Thursday, August 14, 2014

YIKES! ANOTHER ASTRONOMY POST (EXPANDED)

I hadn't intended to do another astronomy post so soon after the last one, but I've come across pictures that are just too interesting to withhold.

This one (above) appears to be a lump of clay shaped by a palette knife, but it's actually a comet called 67P Churyumorov. A probe named Rosetta just arrived there and is now in orbit attempting to locate a landing site for its robot lander.


Here's (above) another view. It looks like Rosetta's current orbit might take it laterally around the asteroid.


Here's Saturn being eclipsed by a shadow from, of all things, our own Moon. A commenter says this event isn't as recent as I thought. It coincided with the 9/11 attack.


It's strange to recall that only a couple of decades ago the proposition that underground moisture existed on Mars was considered controversial. Nowadays the evidence seems to jump out at us with every new batch of photographs.

Here's (above) a 5 kilometer high mesa on Mars which has undergone a collapse, possibly due to groundwater undermining a layer of subterranean salt. Some kind of dark material is revealed and some of it seems to have been carried down to the ground in a pattern possibly influenced by a liquid.

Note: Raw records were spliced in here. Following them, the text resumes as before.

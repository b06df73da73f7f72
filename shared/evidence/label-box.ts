import type { Rectangle, Spot } from './marks.ts';

/**
 * The ground that a label takes on paper: its middle, half its length along a direction and half its
 * height across it.
 *
 * Units: mm. Valid: `along` of length 1. Source: [own].
 */
export type LabelBox = {
  readonly middle: Spot;
  readonly halfWide: number;
  readonly halfTall: number;
  readonly along: Spot;
};

/**
 * A rectangle of the paper as the ground of a label.
 *
 * Units: mm. Valid: any rectangle. Source: [own].
 */
export function labelBoxOf({ left, top, right, bottom }: Rectangle): LabelBox {
  return {
    middle: [(left + right) / 2, (top + bottom) / 2],
    halfWide: (right - left) / 2,
    halfTall: (bottom - top) / 2,
    along: [1, 0],
  };
}

/**
 * The corners of a label's ground, in turn.
 *
 * Units: mm. Valid: any box. Source: [own].
 */
export function labelCorners({
  middle: [x, y],
  halfWide,
  halfTall,
  along: [c, s],
}: LabelBox): Spot[] {
  return ([[-1, -1], [1, -1], [1, 1], [-1, 1]] as const).map(([a, b]): Spot => [
    x + a * halfWide * c - b * halfTall * s,
    y + a * halfWide * s + b * halfTall * c,
  ]); // prettier-ignore
}

/** Whether all corners of one lie beyond a side of the other. */
function isBeyond(box: LabelBox, corners: readonly Spot[]): boolean {
  const [c, s] = box.along;
  const seen = corners.map(([x, y]) => [
    (x - box.middle[0]) * c + (y - box.middle[1]) * s,
    (y - box.middle[1]) * c - (x - box.middle[0]) * s,
  ] as const); // prettier-ignore
  return (
    seen.every(([a]) => a >= box.halfWide) ||
    seen.every(([a]) => a <= -box.halfWide) ||
    seen.every(([, b]) => b >= box.halfTall) ||
    seen.every(([, b]) => b <= -box.halfTall)
  );
}

/**
 * Whether two labels lie over each other. Boxes that only touch do not.
 *
 * Units: mm. Valid: any boxes. Source: [own], separating sides of two rectangles.
 */
export function labelsMeet(a: LabelBox, b: LabelBox): boolean {
  return !isBeyond(a, labelCorners(b)) && !isBeyond(b, labelCorners(a));
}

Here's (above) an odd one. It's Galaxy M106, about 23 million light years distant. Those purple spider legs appear at first glance to be carrying material away from the center but actually they're doing the opposite. They're jets fast-tracking matter into a super massive black hole in the galaxy's center. How can the jets be as large as they are? How come they're sticking out of the plane of the rest of the galaxy?



Here's (above) an even odder one. It's a supernova occuring in a double star system in a nearby galaxy,  Galaxy M82SN. The star had already explosively thrown off it's shell, alerting astronomers on Earth that it was about to enter the next stage where it turns into a white dwarf and emits jets of Xrays. Telescopes all over the world (including Chandra, the orbiting Xray telescope) were immediately trained on this star, only....only there were no Xrays. "So what?" you say.

Well, it's an important discovery. The two squares at the bottom are before and after shots of the dwarf, and they're empty. That indicates that our model for how supernovas occur is wrong. Good Grief! The universe continues to amaze!


1 comment:

Norman Quebedeau said...


The occultation of Saturn happened at a little past 11 pm September 10, 2001. It was a perfect night for viewing and I was ready with my telescope (100x -200x) to watch Saturn slowly emerge and rise from behind the moon. That night I went to sleep with this image playing over and over in my head. Unfortunately, that next morning there was the other big event to talk about.